Delay-aware Backpressure Routing Using Graph Neural Networks
This work addresses delay reduction in routing for wireless multi-hop networks, offering an incremental improvement over existing biased backpressure algorithms.
The paper tackled the problem of poor delay performance in classical backpressure routing for wireless multi-hop networks by introducing a throughput-optimal biased backpressure algorithm that uses a graph neural network to predict link duty cycle for bias, resulting in improved delay performance compared to classical and existing bias-based methods while being adaptive to interference density.

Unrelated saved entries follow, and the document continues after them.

"""Shard claims: several ``sweep run --shard I/N`` processes writing one store safely.

Rules (docs/running.md and docs/design-notes.md, shards):

- The store's lock ``<store>/sweep.lock`` is still the one way in. A whole ``sweep run``
  holds it for its run (role ``"run"``). A shard holds it only for a moment (role
  ``"shards"``): to create the store if it is missing, check the spec, and take its claim;
  and again at its end, to fold completion records. Shards wait for each other's moment;
  nobody waits for a whole run.
- A claim is a lock file of its own, ``<store>/shards/claim-<I>-of-<N>.json``, created with
  O_EXCL and judged stale exactly like the store's lock (dead pid on this host, or a Slurm
  job that no longer runs). So one shard cannot run twice at once, and a shard killed by
  SIGKILL or a node failure is taken over by its resubmission.
- All live claims share one N: shards of different N would overlap.
- A whole run, holding the lock, refuses to start while any claim is live (``settle``);
  a shard refuses while a whole run holds the lock.
- Whoever holds the lock folds the records of shards no longer running into ``done``
  (``fold``); the last one out (no live claim left) also removes stray ``*.partial``
  files and records the run in the attributes.
"""

from __future__ import annotations

import contextlib
import re
import time
from dataclasses import dataclass
from pathlib import Path
from typing import Iterator

from sweep import store

from sweep.store import durable, integrity, lock, records
from sweep.errors import StoreError

# A shard waits this long for another shard's setup or clean-up (each well under a second).
SETUP_WAIT_SECONDS = 120.0
_CLAIM = re.compile(r"claim-(\d+)-of-(\d+)\.json$")


@dataclass(frozen=True)
class Claim:
    """Shard ``index`` of ``count``, its holder, and whether that holder still runs (None: unknown)."""

    index: int
    count: int
    holder: lock.Holder
    live: bool | None

    def describe(self) -> str:
        state = {True: "running", False: "gone", None: "cannot be checked from here"}[self.live]
        return f"shard {self.index}/{self.count}: {self.holder.describe()} ({state})"


def claim_name(index: int, count: int) -> str:
    return f"claim-{index}-of-{count}.json"


def list_claims(path: Path) -> list[Claim]:
    """Every claim file in the store, with whether its holder still runs."""
    where = records.folder(path)
    if not where.is_dir():
        return []
    out = []
    for file in sorted(where.iterdir()):
        m = _CLAIM.match(file.name)
        holder = lock.read(where, file.name) if m else None
        if holder is not None:
            stale = lock.is_stale(holder)
            out.append(Claim(int(m[1]), int(m[2]), holder, None if stale is None else not stale))
    return out


@contextlib.contextmanager
def holding_lock(path: Path, break_lock: bool = False, wait: float = SETUP_WAIT_SECONDS) -> Iterator[lock.Holder]:
    """Hold the store's lock for a shard's short setup or clean-up, waiting out other shards' turns.

    Raises
    ------
    StoreError
        If a whole ``sweep run`` holds the lock, or a holder on another host cannot be
        checked (and ``break_lock`` is false), or other shards kept it for ``wait`` seconds.
    """
    me = lock.me(role="shards")
    deadline = time.monotonic() + wait
    while True:
        other = lock.take(path, me, break_lock)
        if other is None:
            break
        busy = other.pid == -2 or other.role == "shards"  # -2: it kept changing hands (other shards)
        if not busy or time.monotonic() > deadline:
            _refuse(path, other)
        time.sleep(0.05)
    try:
        yield me
    finally:
        lock.release(path, me)


def _refuse(path: Path, other: lock.Holder) -> None:
    if other.role == "run" and lock.is_stale(other) is False:
        raise lock.LockHeld(f"{path}: a whole `sweep run` is writing this store ({other.describe()}); "
                            "shards cannot run beside it: wait for it to finish or stop it")
    if lock.is_stale(other) is None:
        raise lock.LockHeld(f"{path}: locked by {other.describe()}, which cannot be checked from here; "
                            "if that process is dead, rerun with --break-lock")
    raise lock.LockHeld(f"{path}: other shards kept the store's lock for {SETUP_WAIT_SECONDS:.0f} s "
                        f"({other.describe()}); try again")


def take(path: Path, index: int, count: int, break_lock: bool = False) -> lock.Holder:
    """Claim shard ``index/count``; the caller holds the store's lock (``holding_lock``).

    Raises
    ------
    StoreError
        The shard is already claimed by a live process (or one that cannot be checked), or
        live shards were started with another shard count.
    """
    where = records.folder(path)
    try:
        where.mkdir(exist_ok=True)
    except OSError as exc:
        raise StoreError(f"{where}: cannot create the shards folder: {exc.strerror}") from exc
    others = [c for c in list_claims(path) if c.count != count and (c.live or (c.live is None and not break_lock))]
    if others:
        raise lock.LockHeld(f"{path}: shards of another shard count are running ({others[0].describe()}); "
                            f"every shard of one store must use the same N (here {others[0].count}), "
                            "or wait until they finish")
    me = lock.me(role="shard")
    other = lock.take(where, me, break_lock, claim_name(index, count))
    if other is None:
        return me
    if lock.is_stale(other) is None:
        raise lock.LockHeld(f"{path}: shard {index}/{count} is claimed by {other.describe()}, which cannot be "
                            "checked from here; if it is dead, rerun with --break-lock")
    raise lock.LockHeld(f"{path}: shard {index}/{count} is already running ({other.describe()}); "
                        "one shard runs once at a time")


def release(path: Path, index: int, count: int, me: lock.Holder) -> None:
    """Give up a claim, if it is still ours."""
    lock.release(records.folder(path), me, claim_name(index, count))


def settle(path: Path, break_lock: bool = False) -> None:
    """Before a whole run (the caller holds the store's lock): refuse while shards run, fold the rest.

    Raises
    ------
    StoreError
        If a claim's holder is alive, or cannot be checked and ``break_lock`` is false.
    """
    if not store.exists(path):
        return
    busy = [c for c in list_claims(path) if c.live or (c.live is None and not break_lock)]
    if busy:
        listed = "\n  ".join(c.describe() for c in busy)
        hint = "; if they are dead, rerun with --break-lock" if all(c.live is None for c in busy) else ""
        raise lock.LockHeld(f"{path}: shards (`sweep run --shard`) are writing this store:\n  {listed}\n"
                            f"wait for them to finish{hint}")
    fold(path, break_lock)


def fold(path: Path, break_lock: bool = False) -> int:
    """Fold the records of shards no longer running into ``done``; the caller holds the store's lock.

    ``done`` is written and fsynced before the records are deleted, so a crash in between
    only leaves records that say again what ``done`` says. Failures move into the
    attributes. With no live claim left, stray ``*.partial`` files go and the metadata is
    consolidated. Returns the number of records folded.
    """
    if not store.exists(path):
        return 0
    claims = list_claims(path)
    running = {(c.index, c.count) for c in claims if c.live or (c.live is None and not break_lock)}
    keep = ({records.done_file(path, i, n) for i, n in running} | {records.failed_file(path, i, n) for i, n in running}
            | {records.sums_file(path, i, n) for i, n in running})
    files = [f for f in records.done_files(path) if f not in keep]
    sums_files = [f for f in records.sums_files(path) if f not in keep]
    failed_files = [f for f in records.failed_files(path) if f not in keep]
    gone = [c for c in claims if (c.index, c.count) not in running]
    if not (files or failed_files or sums_files or gone):
        return 0
    try:
        done = store.read_done(path)  # includes every record, running shards' too: harmless, they are done
    except store.DamagedDone:
        integrity.rebuild_done(path)  # from the chunks, the shards' included
        done = store.read_done(path)
    failures = []
    for f in failed_files:
        failures.extend(records.read_failures_file(f))
    sums = store.read_checksums(path)  # likewise every shard's recorded checksums
    if sums is not None:
        store.write_checksums(path, sums)
        durable.fsync_tree(path / store.CHECKSUMS)
    store.write_done(path, done)
    durable.fsync_tree(path / "done")
    store.record_failures(path, failures, done)
    for f in files + failed_files + sums_files:
        f.unlink(missing_ok=True)
    for c in gone:
        lock.release(records.folder(path), c.holder, claim_name(c.index, c.count))
    if not running:
        store.remove_partials(path)  # nobody is writing: a *.partial is a dead writer's leftover
    store.finish_run(path)  # the attributes changed: consolidate again
    return len(files)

We propose a throughput-optimal biased backpressure (BP) algorithm for routing, where the bias is learned through a graph neural network that seeks to minimize end-to-end delay. Classical BP routing provides a simple yet powerful distributed solution for resource allocation in wireless multi-hop networks but has poor delay performance. A low-cost approach to improve this delay performance is to favor shorter paths by incorporating pre-defined biases in the BP computation, such as a bias based on the shortest path (hop) distance to the destination. In this work, we improve upon the widely-used metric of hop distance (and its variants) for the shortest path bias by introducing a bias based on the link duty cycle, which we predict using a graph convolutional neural network. Numerical results show that our approach can improve the delay performance compared to classical BP and existing BP alternatives based on pre-defined bias while being adaptive to interference density. In terms of complexity, our distributed implementation only introduces a one-time overhead (linear in the number of devices in the network) compared to classical BP, and a constant overhead compared to the lowest-complexity existing bias-based BP algorithms.